Yeah, like, what is the end point you're trying to get to? Is it to get 11 a makeover and
show her that she can lift a truck? That she's the incredible Hulk, that anger fuels her,
basically. The idea of creators challenging themselves is worthwhile, and even on shows that are
among the greatest of all time, there are plenty of examples of people stepping outside of their
comfort zone to the show's detriment. Any time on the Sopranos, for example, that we would go home
with Dr. Melfi, and then she and her colleagues would be sitting around a dinner table talking
about NPR and, like, the most weird, like, abject performance of suburban, upper middle
class, liberal, whatever that was, you know, intentionally placed against, uh, um,
Tony's world.
Sure.
They felt so totally
out of place
and out of whack.
So there's plenty
of examples of
that.
But to me,
it's just,
it's just further proof
that this season,
now that I've seen
the whole thing,
just needed a radical
rethink from the ground up.
Wait,
what story are you guys telling?
Wait,
what is really working?
What do you want to do here?
Because all of the things
that worked,
you could talk about
how sequels
just basically tell the same story
again, but louder.
I wish in this case.
Because if you,
if you really like having watched all of it drill down
and think about where everyone was at any point
and what the threat was this year
none of it really makes any sense or adds to any
there was no
well they couldn't commit to the bit because the threat was
will like the threat was always good
the threat was will it was right there
they tease it the spy is probably the best episode
of the season the idea that like will could be possessed
by this darkness and that
and might have to be sacrificed to defeat it i am
I'm somebody who's just like so in the best
for the charm of these kids
and for the comfort food feeling of this world
that like all the upside down stuff
all the Hawkins National laboratory stuff
just any of it, it just really doesn't matter to me.

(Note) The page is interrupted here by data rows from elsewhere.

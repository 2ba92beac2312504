import { describe, expect, it } from 'vitest';
import { decodeStage } from '../../src/cli/decode-stage.js';
import { RequestError } from '../../src/cli/request-error.js';

function told(bytes: Buffer): string {
  try {
    return decodeStage(bytes, 'stage.yaml');
  } catch (error) {
    return error instanceof RequestError ? error.problems.map(({ code, message }) => `${code} ${message}`).join() : 'another error';
  }
}

describe('a stage file in bytes', () => {
  it('is read as UTF-8, with a byte order mark or without', () => {
    expect(told(Buffer.from('supply: 5 V ± 5 %'))).toBe('supply: 5 V ± 5 %');
    expect(told(Buffer.from('\uFEFFsupply: 5 V'))).toBe('supply: 5 V');
  });

  it('is refused with byte and line in another encoding', () => {
    expect(told(Buffer.from('topology: follower\nsupply: 5 V ± 5 %', 'latin1'))).toBe('S100 not UTF-8: byte 0xB1 in line 2');
    expect(told(Buffer.from('name: Prüfung\n', 'latin1'))).toBe('S100 not UTF-8: byte 0xFC in line 1');
    expect(told(Buffer.from('name: café', 'latin1'))).toBe('S100 not UTF-8: byte 0xE9 in line 1');
    expect(told(Buffer.from('name: ±é\nsupply: 5 V é x', 'latin1'))).toBe('S100 not UTF-8: byte 0xB1 in line 1');
  });
});
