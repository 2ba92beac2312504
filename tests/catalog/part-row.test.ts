import { readFileSync } from 'node:fs';
import { join } from 'node:path';
import fc from 'fast-check';
import { expect, it } from 'vitest';
import { openCatalog } from '../../src/catalog/index.js';
import { PART_COLUMNS } from '../../src/catalog/part-columns.js';
import { partToRow, rowToPart } from '../../src/catalog/part-row.js';
import type { ListOptions, ReadList } from '../../src/intake/list.js';
import { readList } from '../../src/intake/read-list.js';
import { compareFigures } from '../../src/parts/figure-order.js';
import type { Figure } from '../../src/parts/figures.js';
import { arbitraryParts } from '../support/arbitrary-part.js';
import { list } from './lists.js';
import { temporaryFolder } from './temporary.js';

it('a part becomes one value per column and comes back as it was', { timeout: 60_000 }, () => {
  fc.assert(
    fc.property(arbitraryParts, (parts) => {
      for (const part of parts) {
        const row = partToRow(part);
        expect(row).toHaveLength(PART_COLUMNS.length);
        expect(rowToPart(row)).toEqual(part);
      }
    }),
  );
});

it('also through the file, to the last bit', { timeout: 60_000 }, async () => {
  const template = list(['id', 'A'], { tier: 'generic' });
  const catalog = await openCatalog(join(temporaryFolder(), 'catalog.sqlite'));
  let run = 0;
  fc.assert(
    fc.property(arbitraryParts, (parts) => {
      run += 1;
      catalog.seedGeneric({ ...template, parts, records: parts.map(() => template.records).flat(), sha256: String(run) });
      expect(catalog.source().parts).toEqual(parts);
    }),
    { numRuns: 50 },
  );
  catalog.close();
});

it('a figure nobody printed is stored as assumed, through the file, beside one that was printed', async () => {
  const file = join(temporaryFolder(), 'catalog.sqlite');
  const plain = list(['id,offset voltage max (mV),quiescent current typ (µA)', 'A,3,85']);
  const [part] = plain.parts;
  if (part === undefined) throw new Error('the list has a part');
  const assumed: readonly Figure[] = [
    { parameter: 'inputLowHeadroom', kind: 'typ', value: 0, condition: {}, assumed: true },
    { parameter: 'outputLowHeadroom', kind: 'typ', value: 0.02, condition: { load: { kind: 'resistance', ohms: 10_000, to: 'mid-supply' } }, assumed: true },
    { parameter: 'outputLowHeadroom', kind: 'typ', value: 0.05, condition: { load: { kind: 'resistance', ohms: 2000, to: 'mid-supply' } } },
    { parameter: 'temperature', kind: 'max', value: 85, condition: {}, assumed: true },
  ];
  const figures = [...part.figures, ...assumed].sort(compareFigures);
  const catalog = await openCatalog(file);
  catalog.importList({ ...plain, parts: [{ ...part, figures }] });
  catalog.close();
  const again = await openCatalog(file);
  expect(again.approvedPart('A')?.figures).toEqual(figures);
  // The same value, printed now: another part.
  const printed = figures.map((figure) => ({ parameter: figure.parameter, kind: figure.kind, value: figure.value, condition: figure.condition }));
  expect(again.importList({ ...plain, parts: [{ ...part, figures: printed }], sha256: 'b'.repeat(64) }).counts).toMatchObject({ changed: 1 });
  expect(again.approvedPart('A')?.figures.some((figure) => figure.assumed === true)).toBe(false);
  again.close();
});

it('the same bytes read in another way are other parts; read in the same way they are no change, and nothing is written', async () => {
  const file = join(temporaryFolder(), 'catalog.sqlite');
  const catalog = await openCatalog(file);
  const lines = ['Part number,Approval,Vos (mV),GBW (MHz),Iq (µA)', 'A,Approved,3,1,85', 'B,Approved,2,2,90'];
  const read = (options: Partial<ListOptions>): ReadList => {
    const result = readList(new TextEncoder().encode(`${lines.join('\n')}\n`), { file: 'list.csv', tier: 'approved', ...options });
    if (!result.ok) throw new Error(result.problems.map(({ message }) => message).join('; '));
    return result;
  };
  expect(catalog.importList(read({})).outcome).toBe('imported');
  const before = readFileSync(file);
  expect(catalog.importList(read({})).outcome).toBe('no-change');
  expect(readFileSync(file).equals(before)).toBe(true);
  const mapped = catalog.importList(read({ map: [{ column: 'C', header: 'Vos max (mV)' }] }));
  expect(mapped).toMatchObject({ outcome: 'imported', counts: { changed: 2 } });
  expect(catalog.importList(read({ declare: { temperature: [-40, 85] } }))).toMatchObject({ outcome: 'imported', counts: { changed: 2 } });
  expect(catalog.source().origin('A', 'temperature.max')).toEqual({ kind: 'assumption', text: 'declared for the whole list: temperature -40..85 °C' });
  catalog.close();
});
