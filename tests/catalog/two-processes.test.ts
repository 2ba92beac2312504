import { spawn } from 'node:child_process';
import { once } from 'node:events';
import { createRequire } from 'node:module';
import { join } from 'node:path';
import Database from 'better-sqlite3';
import { expect, it } from 'vitest';
import { openCatalog } from '../../src/catalog/index.js';
import { list } from './lists.js';
import { temporaryFolder } from './temporary.js';

/** Another process that holds the write lock of a catalog for some milliseconds. */
const HOLDER = `
  const [, module, file, time] = process.argv;
  const Database = require(module);
  const database = new Database(file);
  database.exec('begin immediate');
  process.stdout.write('locked');
  setTimeout(() => { database.exec('commit'); database.close(); }, Number(time));
`;

it('an import waits for the process that is writing', async () => {
  const file = join(temporaryFolder(), 'catalog.sqlite');
  const catalog = await openCatalog(file);
  const holder = spawn(process.execPath, ['-e', HOLDER, createRequire(import.meta.url).resolve('better-sqlite3'), file, '300']);
  await once(holder.stdout, 'data');
  const ended = once(holder, 'exit');
  const started = performance.now();
  expect(catalog.importList(list(['id', 'A'])).outcome).toBe('imported');
  expect(performance.now() - started).toBeGreaterThan(100);
  expect(await ended).toEqual([0, null]);
  catalog.close();
});

it('two connections import one after the other, and both see the result', async () => {
  const file = join(temporaryFolder(), 'catalog.sqlite');
  const [one, two] = [await openCatalog(file), await openCatalog(file)];
  one.importList(list(['id', 'A']));
  expect(two.importList(list(['id', 'A', 'B'])).counts).toMatchObject({ added: 1, unchanged: 1 });
  expect(one.source().parts.map(({ id }) => id)).toEqual(['A', 'B']);
  for (const catalog of [one, two]) catalog.close();
});

it('a lock that is not given back is told as such', async () => {
  const file = join(temporaryFolder(), 'catalog.sqlite');
  const catalog = await openCatalog(file, { patience: 50 });
  const holder = new Database(file);
  holder.exec('begin immediate');
  expect(() => catalog.importList(list(['id', 'A']))).toThrow(expect.objectContaining({ code: 'locked' }));
  expect(catalog.source().parts).toEqual([]);
  holder.exec('rollback');
  holder.close();
  catalog.close();
});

I think I am reacting to this
the way you reacted to Thor,
which is like you're like, it's a friggin'
Pegasus jumping over a rainbow bridge.
I'm like, man, it's the 80s
and the police are playing.
Like, I'm just kind of fine with that.
Except this season felt so claustrophobic
by pulling the characters apart
The town of Hawkins was not a character in this season.
And I do think that they basically got to the ledge and they were like, no, but once, without
knowing anything about the process of how they made this show, wrote this show, the stuff about Will and the fact that they have talked about like Will was supposed to maybe kill someone this season is like that's the darkness.
That's the Empire Strikes Back Temple of Doom thing that you guys wanted.
And that was the thing that you were going to confront viewers on.
But they obviously just felt like you can't bring Will back from that.
And if that's the case, then you basically run out of room.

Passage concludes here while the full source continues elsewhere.